**Description of the task**
Retype the data exactly, leaving nothing out.

┌────────

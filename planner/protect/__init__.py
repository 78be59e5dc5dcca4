"""Clamp placement search (``planner protect``): where the diodes go, how many, and what it costs.

Diodes straight across the movement start to conduct only when the coil already
carries several times its full-scale current: a silicon junction needs a few
hundred millivolts, while the movement's full-scale voltage I_fs R_m is often
only 50 to 200 mV (common practice). Splitting the multiplier segment next to
the movement and clamping at the tap lets the diodes see the voltage across the
coil *and* the lower part of the split, so they take over at a lower multiple;
but the junction's forward current grows exponentially with its voltage
(Shockley), so the higher the tap, the more reading current the clamp steals at
full scale, and more so when warm (the saturation current rises several-fold per
10 K). Series stacks of diodes move the knee up again. This package searches
that trade-off for a project:

* **sites**: across the movement; each existing tap of the multiplier string
  (nearest first); a split of each resistor next to the movement at a resistance
  ``r`` above it (continuous); each tap and split again with a one-diode pair
  kept across the movement (two-level clamping, for the positions - the current
  ranges of a multimeter - that do not pass through the tapped segment);
* **parts**: the project's diode models, as series stacks of 1 to 3, chosen
  separately for the forward (over-range) and the reverse (reversed leads)
  direction; a model with a breakdown voltage also as a zener stack working in
  breakdown;
* **objective**: the worst movement-current multiple over the project's fault
  stimuli (:func:`planner.faults.stimuli_for`: ``faults.sources``, each DC
  source also reversed, the declared maximum input in both polarities, the range
  up/down misranges, the impulse of the measurement category); where it ties
  (within :data:`planner.protect.ordering.TIE`), the next worst position's, and
  so on (leximax, :func:`lex_compare`); then the least power in the clamp's parts;
* **constraints**: on every position, the change of reading the clamps cause
  at the hottest ambient, at 10 % ... 100 % of full scale, within a share of
  the class index (1/4 by default); every clamp diode within its continuous
  ratings under every fault stimulus (a clamp that burns open protects
  nothing).

The discrete choices are searched by a bounded enumeration (a branch-and-bound
over sites and stacks, with bounds from the monotonicity of a stack's clamping
voltage in its diode count); the continuous split by a batched grid, then a
finer batched grid (1.5 % steps) over the bracket of the edge of the feasible
range or of the minimum inside it; the split is then made of standard values
(:func:`planner.sizing.choose_value`) and the result evaluated again on the
realised network. Every evaluation is a batched call of
:meth:`planner.engine.Engine.operate` (one call per position and stimulus
group solves every split resistance of a grid at once, and the combos of one
family, alike but for their stacks' models and lengths, together). ``docs/protection.md``
has the method, its sources and how to read the table.

What lives where
----------------
``candidates.py``
    :class:`Stack`, :class:`Site`, :class:`Combo`; :func:`clamp_diodes`; the
    sites and stacks a project offers; the base network with a clamp placed
    (:func:`place_clamp`).
``context.py``
    :class:`SearchContext`: the project prepared once (base network without
    clamps, positions and their limits, fault stimuli, models, fresh names,
    seeded generator, counters against the cap).
``evaluate.py``
    :class:`Metrics`, :class:`Topology`, :class:`Point`: a candidate run over
    the fault stimuli and positions in batches (:func:`run`), and judged
    (:func:`feasible`, :func:`slack`, :func:`share_of_class`).
``family.py``
    A family's combos (alike but for their stacks' models and lengths) as the
    rows of one batch on one network (:func:`run_family`).
``ordering.py``
    :func:`lex_compare`, :func:`lex_best`, :func:`lex_score`; the Pareto set,
    order and choice of the reported rows.
``search.py``
    :func:`branch_and_bound` over sites and stacks (each family evaluated
    ahead of its members' turns, :class:`Batches`), the split grid, the
    refinement of the split resistance (batched grids over a bracket).
``realise.py``
    Standard values for a split; a sized project's ``clamps:`` requests; the
    final evaluation of a realised point.
``report.py``
    The JSON rows and :func:`format_protect`.
``plan.py``
    :func:`protect_project`: the steps above, end to end.
``write.py``
    :func:`protected_text`, :func:`write_protected`.

Public API
----------
:func:`protect_project`, :func:`format_protect`, :func:`write_protected`,
:func:`protected_text`; the building blocks :class:`SearchContext`,
:class:`Stack`, :class:`Site`, :class:`Combo`, :func:`clamp_diodes`,
:func:`place_clamp`, :func:`lex_compare`, :func:`lex_best`, :func:`lex_score`.
"""

from __future__ import annotations

from .candidates import Combo, Site, Stack, clamp_diodes, place_clamp
from .context import DEFAULT_SHARE, MAX_CANDIDATES, SearchContext
from .ordering import lex_best, lex_compare, lex_score
from .plan import protect_project
from .report import format_protect
from .write import protected_text, write_protected

__all__ = [
    "DEFAULT_SHARE",
    "MAX_CANDIDATES",
    "Combo",
    "SearchContext",
    "Site",
    "Stack",
    "clamp_diodes",
    "format_protect",
    "lex_best",
    "lex_compare",
    "lex_score",
    "place_clamp",
    "protect_project",
    "protected_text",
    "write_protected",
]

└────────

**Output below**
filename planner/protect/__init__.py
repository 78be59e5dc5dcca4
"""Clamp placement search (``planner protect``): where the diodes go, how many, and what it costs.

Diodes straight across the movement start to conduct only when the coil already
carries several times its full-scale current: a silicon junction needs a few
hundred millivolts, while the movement's full-scale voltage I_fs R_m is often
only 50 to 200 mV (common practice). Splitting the multiplier segment next to
the movement and clamping at the tap lets the diodes see the voltage across the
coil *and* the lower part of the split, so they take over at a lower multiple;
but the junction's forward current grows exponentially with its voltage
(Shockley), so the higher the tap, the more reading current the clamp steals at
full scale, and more so when warm (the saturation current rises several-fold per
10 K). Series stacks of diodes move the knee up again. This package searches
that trade-off for a project:

* **sites**: across the movement; each existing tap of the multiplier string
  (nearest first); a split of each resistor next to the movement at a resistance
  ``r`` above it (continuous); each tap and split again with a one-diode pair
  kept across the movement (two-level clamping, for the positions - the current
  ranges of a multimeter - that do not pass through the tapped segment);
* **parts**: the project's diode models, as series stacks of 1 to 3, chosen
  separately for the forward (over-range) and the reverse (reversed leads)
  direction; a model with a breakdown voltage also as a zener stack working in
  breakdown;
* **objective**: the worst movement-current multiple over the project's fault
  stimuli (:func:`planner.faults.stimuli_for`: ``faults.sources``, each DC
  source also reversed, the declared maximum input in both polarities, the range
  up/down misranges, the impulse of the measurement category); where it ties
  (within :data:`planner.protect.ordering.TIE`), the next worst position's, and
  so on (leximax, :func:`lex_compare`); then the least power in the clamp's parts;
* **constraints**: on every position, the change of reading the clamps cause
  at the hottest ambient, at 10 % ... 100 % of full scale, within a share of
  the class index (1/4 by default); every clamp diode within its continuous
  ratings under every fault stimulus (a clamp that burns open protects
  nothing).

The discrete choices are searched by a bounded enumeration (a branch-and-bound
over sites and stacks, with bounds from the monotonicity of a stack's clamping
voltage in its diode count); the continuous split by a batched grid, then a
finer batched grid (1.5 % steps) over the bracket of the edge of the feasible
range or of the minimum inside it; the split is then made of standard values
(:func:`planner.sizing.choose_value`) and the result evaluated again on the
realised network. Every evaluation is a batched call of
:meth:`planner.engine.Engine.operate` (one call per position and stimulus
group solves every split resistance of a grid at once, and the combos of one
family, alike but for their stacks' models and lengths, together). ``docs/protection.md``
has the method, its sources and how to read the table.

What lives where
----------------
``candidates.py``
    :class:`Stack`, :class:`Site`, :class:`Combo`; :func:`clamp_diodes`; the
    sites and stacks a project offers; the base network with a clamp placed
    (:func:`place_clamp`).
``context.py``
    :class:`SearchContext`: the project prepared once (base network without
    clamps, positions and their limits, fault stimuli, models, fresh names,
    seeded generator, counters against the cap).
``evaluate.py``
    :class:`Metrics`, :class:`Topology`, :class:`Point`: a candidate run over
    the fault stimuli and positions in batches (:func:`run`), and judged
    (:func:`feasible`, :func:`slack`, :func:`share_of_class`).
``family.py``
    A family's combos (alike but for their stacks' models and lengths) as the
    rows of one batch on one network (:func:`run_family`).
``ordering.py``
    :func:`lex_compare`, :func:`lex_best`, :func:`lex_score`; the Pareto set,
    order and choice of the reported rows.
``search.py``
    :func:`branch_and_bound` over sites and stacks (each family evaluated
    ahead of its members' turns, :class:`Batches`), the split grid, the
    refinement of the split resistance (batched grids over a bracket).
``realise.py``
    Standard values for a split; a sized project's ``clamps:`` requests; the
    final evaluation of a realised point.
``report.py``
    The JSON rows and :func:`format_protect`.
``plan.py``
    :func:`protect_project`: the steps above, end to end.
``write.py``
    :func:`protected_text`, :func:`write_protected`.

Public API
----------
:func:`protect_project`, :func:`format_protect`, :func:`write_protected`,
:func:`protected_text`; the building blocks :class:`SearchContext`,
:class:`Stack`, :class:`Site`, :class:`Combo`, :func:`clamp_diodes`,
:func:`place_clamp`, :func:`lex_compare`, :func:`lex_best`, :func:`lex_score`.
"""

from __future__ import annotations

from .candidates import Combo, Site, Stack, clamp_diodes, place_clamp
from .context import DEFAULT_SHARE, MAX_CANDIDATES, SearchContext
from .ordering import lex_best, lex_compare, lex_score
from .plan import protect_project
from .report import format_protect
from .write import protected_text, write_protected

__all__ = [
    "DEFAULT_SHARE",
    "MAX_CANDIDATES",
    "Combo",
    "SearchContext",
    "Site",
    "Stack",
    "clamp_diodes",
    "format_protect",
    "lex_best",
    "lex_compare",
    "lex_score",
    "place_clamp",
    "protect_project",
    "protected_text",
    "write_protected",
]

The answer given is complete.